REQUIRED WORK> The lines you need are those holding the word "sqrt"; pull them from the material.

┌────────

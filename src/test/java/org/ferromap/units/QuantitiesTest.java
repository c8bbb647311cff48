package org.ferromap.units;

import static org.junit.jupiter.api.Assertions.assertEquals;
import static org.junit.jupiter.api.Assertions.assertThrows;
import static org.junit.jupiter.api.Assertions.assertTrue;

import org.ferromap.errors.FerromapException;
import org.ferromap.errors.MessageKey;
import org.junit.jupiter.api.Test;
import org.junit.jupiter.params.ParameterizedTest;
import org.junit.jupiter.params.provider.CsvSource;

/**
 * Expected values follow from the SI prefix and unit definitions [pub: SI brochure, 9th ed.,
 * 2019] (1 km = 1e3 m, 1 uF = 1e-6 F, 1 deg = pi/180 rad). Tolerance 1e-12 relative: one decimal
 * parse and one multiplication by a power of ten, a few ulps at most.
 */
class QuantitiesTest {

    @ParameterizedTest(name = "{0} -> {2} {1}")
    @CsvSource(delimiter = ';', value = {
        "34.5 kV; VOLTAGE; 34500",
        "34.5kV; VOLTAGE; 34500",
        "0.28 uF/km; CAPACITANCE_PER_LENGTH; 2.8e-10",
        "0.28 µF/km; CAPACITANCE_PER_LENGTH; 2.8e-10",
        "280 nF/km; CAPACITANCE_PER_LENGTH; 2.8e-10",
        "0.2 uF; CAPACITANCE; 2e-7",
        "50 pF; CAPACITANCE; 5e-11",
        "500 kVA; APPARENT_POWER; 5e5",
        "2 MVA; APPARENT_POWER; 2e6",
        "0.8 %; DIMENSIONLESS; 0.008",
        "1.2 pu; DIMENSIONLESS; 1.2",
        "9; DIMENSIONLESS; 9",
        "1.33e-17; DIMENSIONLESS; 1.33e-17",
        "1.19 MOhm; RESISTANCE; 1.19e6",
        "1.19 mOhm; RESISTANCE; 1.19e-3",
        "50 kOhm; RESISTANCE; 5e4",
        "50 kΩ; RESISTANCE; 5e4",
        "60 Hz; FREQUENCY; 60",
        "2.5 km; LENGTH; 2500",
        "800 m; LENGTH; 800",
        "15.2 mm; LENGTH; 0.0152",
        "120 W; ACTIVE_POWER; 120",
        "0.05 A; CURRENT; 0.05",
        "1.6 T; FLUX_DENSITY; 1.6",
        "450 A/m; FIELD_STRENGTH; 450",
        "2 kA/m; FIELD_STRENGTH; 2000",
        "0.03 m2; AREA; 0.03",
        "0.03 m^2; AREA; 0.03",
        "300 cm2; AREA; 0.03",
        "2 ms; TIME; 0.002",
        "0.5 Wb; FLUX_LINKAGE; 0.5",
        "75 Wb-turn; FLUX_LINKAGE; 75",
        "75 Wb turn; FLUX_LINKAGE; 75",
        "75 V s; FLUX_LINKAGE; 75",
        "350 mH; INDUCTANCE; 0.35",
        "0.5 rad; ANGLE; 0.5",
        "-1.5e3 V; VOLTAGE; -1500"})
    void parsesToSi(String text, Dimension dim, double expected) {
        Quantity q = Quantities.parse(text, dim);
        assertEquals(dim, q.dimension());
        assertEquals(expected, q.value(), 1e-12 * Math.abs(expected));
    }

    @Test
    void degreesBecomeRadians() {
        // 1 deg = pi/180 rad by definition.
        assertEquals(Math.PI / 6, Quantities.angle("30 deg"), 1e-15);
        assertEquals(0.0, Quantities.angle("0 deg"), 0.0);
    }

    @Test
    void cyclesBecomeSecondsAtTheSourceFrequency() {
        // 0.5 cycle of 60 Hz is 1/120 s by definition of the period.
        assertEquals(1.0 / 120, Quantities.time("0.5 cycles", 60), 1e-15);
        assertEquals(0.002, Quantities.time("2 ms", 60), 1e-15);
    }

    @Test
    void milliAndMegaAreNotConfused() {
        assertEquals(1e6, Quantities.si("1 MOhm", Dimension.RESISTANCE), 0.0);
        assertEquals(1e-3, Quantities.si("1 mOhm", Dimension.RESISTANCE), 0.0);
        assertEquals(1e-3, Quantities.si("1 mm", Dimension.LENGTH), 1e-18);
    }

    @Test
    void voltageKeepsItsFormAndConvertsRmsToPeak() {
        Voltage pk = Quantities.voltage("28.17 kV peak");
        assertEquals(Form.PEAK, pk.form());
        assertEquals(28170, pk.peak(Form.RMS), 1e-9);
        Voltage rms = Quantities.voltage("19.92 kV rms");
        assertEquals(Form.RMS, rms.form());
        // Sinusoid: peak = sqrt(2) rms (definition of rms); 19.92 kV rms is 28.171 kV peak.
        assertEquals(19920 * Math.sqrt(2), rms.peak(Form.PEAK), 1e-9);
        assertEquals(28171.1, rms.peak(Form.PEAK), 0.05);
        assertEquals(Form.PEAK, Quantities.voltage("28.17 kVpk").form());
        assertEquals(Form.RMS, Quantities.voltage("19.92 kVrms").form());
        Voltage plain = Quantities.voltage("34.5 kV");
        assertEquals(Form.UNSPECIFIED, plain.form());
        assertEquals(34500 * Math.sqrt(2), plain.peak(Form.RMS), 1e-9);
        assertEquals(34500 / Math.sqrt(2), Quantities.voltage("34.5 kV peak").rms(Form.RMS), 1e-9);
    }

    @ParameterizedTest(name = "{0} is not {1}")
    @CsvSource(delimiter = ';', value = {
        "0.2 uF/km; CAPACITANCE",
        "0.2 uF; CAPACITANCE_PER_LENGTH",
        "500 kW; APPARENT_POWER",
        "60; FREQUENCY",
        "34.5 kV; CURRENT",
        "1.2 T peak; FLUX_DENSITY",
        "12 furlongs; LENGTH",
        "kV 34.5; VOLTAGE",
        "; VOLTAGE",
        "2 cF; CAPACITANCE",
        "1 uF/km/s; CAPACITANCE_PER_LENGTH"})
    void refusesWhatDoesNotFit(String text, Dimension dim) {
        FerromapException e = assertThrows(FerromapException.class, () -> Quantities.parse(text, dim));
        assertEquals(MessageKey.BAD_QUANTITY, e.key());
    }

    @Test
    void messageNamesTheValueAndTheExpectedKind() {
        FerromapException e = assertThrows(FerromapException.class,
                () -> Quantities.parse("0.2 uF/km", Dimension.CAPACITANCE));
        assertTrue(e.getMessage().contains("0.2 uF/km"), e.getMessage());
        assertTrue(e.getMessage().contains(Dimension.CAPACITANCE.siUnit()), e.getMessage());
    }

    @Test
    void severalKindsMayBeAllowed() {
        Quantity q = Quantities.parse("120 W", Dimension.DIMENSIONLESS, Dimension.ACTIVE_POWER);
        assertEquals(Dimension.ACTIVE_POWER, q.dimension());
        Quantity p = Quantities.parse("0.1 %", Dimension.DIMENSIONLESS, Dimension.ACTIVE_POWER);
        assertEquals(Dimension.DIMENSIONLESS, p.dimension());
        assertEquals(1e-3, p.value(), 1e-18);
    }

    @Test
    void perUnitBaseFollowsItsDefinitions() {
        // 19.92 kV rms, 8.37 A rms, 60 Hz: flux base V/omega, impedance V/I, by definition.
        double w = Constants.omega(60);
        PerUnitBase b = PerUnitBase.fromRms(19920, 8.37, w);
        assertEquals(19920 * Math.sqrt(2) / w, b.flux(), 1e-9);
        assertEquals(19920 / 8.37, b.impedance(), 1e-9);
        assertEquals(19920 * 8.37, b.power(), 1e-6);
        assertEquals(1.0, b.inductance() * w / b.impedance(), 1e-15);
        assertEquals(1.0, b.capacitance() * w * b.impedance(), 1e-15);
    }

    @Test
    void constantsAgreeWithTheSpeedOfLight() {
        // CODATA 2018: mu0 eps0 c^2 = 1 to the 1.5e-10 relative uncertainty of mu0.
        double product = Constants.MU0 * Constants.EPS0 * Constants.SPEED_OF_LIGHT * Constants.SPEED_OF_LIGHT;
        assertEquals(1.0, product, 1e-9);
    }
}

└────────

REPLY TO THE EXERCISE>
        // Sinusoid: peak = sqrt(2) rms (definition of rms); 19.92 kV rms is 28.171 kV peak.
        assertEquals(19920 * Math.sqrt(2), rms.peak(Form.PEAK), 1e-9);
        assertEquals(34500 * Math.sqrt(2), plain.peak(Form.RMS), 1e-9);
        assertEquals(34500 / Math.sqrt(2), Quantities.voltage("34.5 kV peak").rms(Form.RMS), 1e-9);
        assertEquals(19920 * Math.sqrt(2) / w, b.flux(), 1e-9);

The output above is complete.